EXERCISE DATA below:

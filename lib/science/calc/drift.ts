import { isBeyondBand, toleranceBand } from '../band'
import { assessSeries } from '../drift'
import { assertNumbers, assertSameLength, ScienceError } from '../guard'
import { instrumentDay } from '../instrument-day'
import { mean } from '../mean'
import type { SeriesInput, SeriesReading, Tolerance } from '../series'
import { examples } from './examples'
import {
  choice,
  fieldsOf,
  given,
  has,
  list,
  number,
  numbers,
  object,
  optionalNumber,
  optionalReplicate,
  replicates,
  text,
  type Fields,
} from './read'
import { topic } from './topic'

export const driftTopic = topic({
  name: 'drift',
  says: 'Where a series stands: band, standing, trend, flags and doubts',
  input:
    '{times:[], values:[], initial?, tolerance:{kind, lower?, upper?, below?, above?}, endTime, repeatabilitySd?:0, coldest?:{times, values}, detectionLimit?, settled?:[{time, rule}]}',
  output:
    '{band:{lower, upper}, standing, used, slope, slopeP, leavesAt, leavesAtLow, leavesAtHigh, rules:[{rule, level, at, evidence}]}',
  notes:
    'A time given again is a repeat on a spare jar; with initial an entry at time 0 is left out. One side of the tolerance left out means one-sided. With detectionLimit the series is separation: lists are jars, and the worst counts.',
  example: examples.drift,
  read: readSeries,
  compute: (input) => {
    const { band, standing, used, latest, slope, slopeP, leavesAt, leavesAtLow, leavesAtHigh, rules } =
      assessSeries(input)
    return {
      band,
      standing,
      // Where nothing but the initial counts, that is the latest mean.
      used: latest === null ? 0 : used,
      slope,
      slopeP,
      leavesAt,
      leavesAtLow,
      leavesAtHigh,
      rules: rules.map(({ rule, level, at, evidence }) => ({ rule, level, at, evidence })),
    }
  },
})

export const instrumentDayTopic = topic({
  name: 'instrument-day',
  says: 'Whether one instrument read high or low everywhere on one day',
  input: '{stations:[{name, temperatureC, times:[], values:[]}], at, repeatabilitySd}',
  output:
    '{shift, direction:"high"|"low"|null, median, evidence:{residuals:[{name, temperatureC, residual}], beyondOne, coldestMean}}',
  notes:
    'A shift is a median above 2.25 over at least three stations, at least three of them beyond 1 and the two coldest above 1.75 on average, all of one sign.',
  example: examples['instrument-day'],
  read: (raw) => {
    const fields = fieldsOf(raw, '', ['stations', 'at', 'repeatabilitySd'])
    return {
      stations: list(fields, 'stations', (item, path) => {
        const station = fieldsOf(item, path, ['name', 'temperatureC', 'times', 'values'])
        return {
          name: text(station, 'name'),
          temperatureC: number(station, 'temperatureC'),
          times: numbers(station, 'times'),
          values: replicates(station, 'values').map(mean),
        }
      }),
      at: number(fields, 'at'),
      repeatabilitySd: number(fields, 'repeatabilitySd'),
    }
  },
  compute: (input) => {
    const { shift, direction, median, evidence } = instrumentDay(input)
    return { shift, direction, median, evidence }
  },
})

export function readSeries(raw: unknown): SeriesInput {
  const fields = fieldsOf(raw, '', [
    'times',
    'values',
    'initial',
    'tolerance',
    'endTime',
    'repeatabilitySd',
    'coldest',
    'detectionLimit',
    'settled',
  ])
  const times = numbers(fields, 'times')
  const values = replicates(fields, 'values')
  assertSameLength('times', times, 'values', values)
  assertNumbers('times', times, 1)
  const entries = times.map((time, i) => ({ time, values: values[i]! })).sort((a, b) => a.time - b.time)
  const stated = optionalReplicate(fields, 'initial')
  const first = entries[0]!
  const initialTime = stated ? Math.min(0, first.time) : first.time
  const initial = stated ?? first.values
  const detectionLimit = optionalNumber(fields, 'detectionLimit')
  const tolerance = readTolerance(object(fields, 'tolerance', ['kind', 'lower', 'upper', 'below', 'above']))
  const repeatabilitySd = optionalNumber(fields, 'repeatabilitySd') ?? 0
  if (repeatabilitySd < 0) throw new ScienceError('repeatabilitySd', 'must not be negative')
  const start = mean(initial)
  if (isBeyondBand(toleranceBand(tolerance, start), start)) {
    throw new ScienceError('initial', `${start} lies outside its own band`)
  }
  return {
    attribute: 'value',
    tolerance,
    endTime: number(fields, 'endTime'),
    repeatabilitySd,
    isSeparation: detectionLimit !== undefined,
    ...given({ detectionLimit }),
    initial,
    initialTime,
    readings: readingsOf(
      stated ? entries.filter((e) => e.time !== 0) : entries.slice(1),
      detectionLimit !== undefined,
      has(fields, 'settled') ? list(fields, 'settled', readSettled) : [],
    ),
    ...(has(fields, 'coldest') ? { coldest: readColdest(fields, initialTime) } : {}),
  }
}

/** Entries of one time make one day: the first is the pull, what follows are its repeats. */
function readingsOf(
  entries: { time: number; values: number[] }[],
  areJars: boolean,
  settled: { time: number; rule: string }[],
): SeriesReading[] {
  const firstAt = new Map<number, string>()
  return entries.flatMap((entry, i) => {
    const repeatOf = firstAt.get(entry.time)
    if (repeatOf === undefined) firstAt.set(entry.time, `${i}.0`)
    const jars = areJars ? entry.values.map((value) => [value]) : [entry.values]
    return jars.map((values, jar) => ({
      id: `${i}.${jar}`,
      time: entry.time,
      day: String(entry.time),
      jar: `${i}.${jar}`,
      values,
      doubts: settled
        .filter(({ time }) => time === entry.time)
        .map(({ rule }) => ({ reason: rule, settled: true })),
      ...(repeatOf === undefined ? {} : { isRepeatOf: repeatOf }),
    }))
  })
}

function readColdest(fields: Fields, initialTime: number) {
  const coldest = object(fields, 'coldest', ['times', 'values'])
  const times = numbers(coldest, 'times')
  const values = replicates(coldest, 'values').map(mean)
  assertSameLength('coldest.times', times, 'coldest.values', values)
  const kept = times
    .map((_, i) => i)
    .filter((i) => times[i] !== initialTime)
    .sort((a, b) => times[a]! - times[b]!)
  return { times: kept.map((i) => times[i]!), values: kept.map((i) => values[i]!) }
}

function readSettled(raw: unknown, path: string) {
  const fields = fieldsOf(raw, path, ['time', 'rule'])
  return { time: number(fields, 'time'), rule: choice(fields, 'rule', ['jump', 'spread', 'out']) }
}

function readTolerance(fields: Fields): Tolerance {
  const kind = choice(fields, 'kind', ['range', 'percent', 'shift'])
  const wrong = kind === 'range' ? ['below', 'above'] : ['lower', 'upper']
  for (const key of wrong) {
    if (has(fields, key)) throw new ScienceError(`${fields.path}.${key}`, `does not belong to kind "${kind}"`)
  }
  return kind === 'range'
    ? { kind, ...given({ lower: optionalNumber(fields, 'lower'), upper: optionalNumber(fields, 'upper') }) }
    : { kind, ...given({ below: optionalNumber(fields, 'below'), above: optionalNumber(fields, 'above') }) }
}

End of EXERCISE DATA.

TRY IT
Counting only lines with the word "says" in them, say how many there are in the entries above, with no other words.

SOLUTION TO THIS PROBLEM
2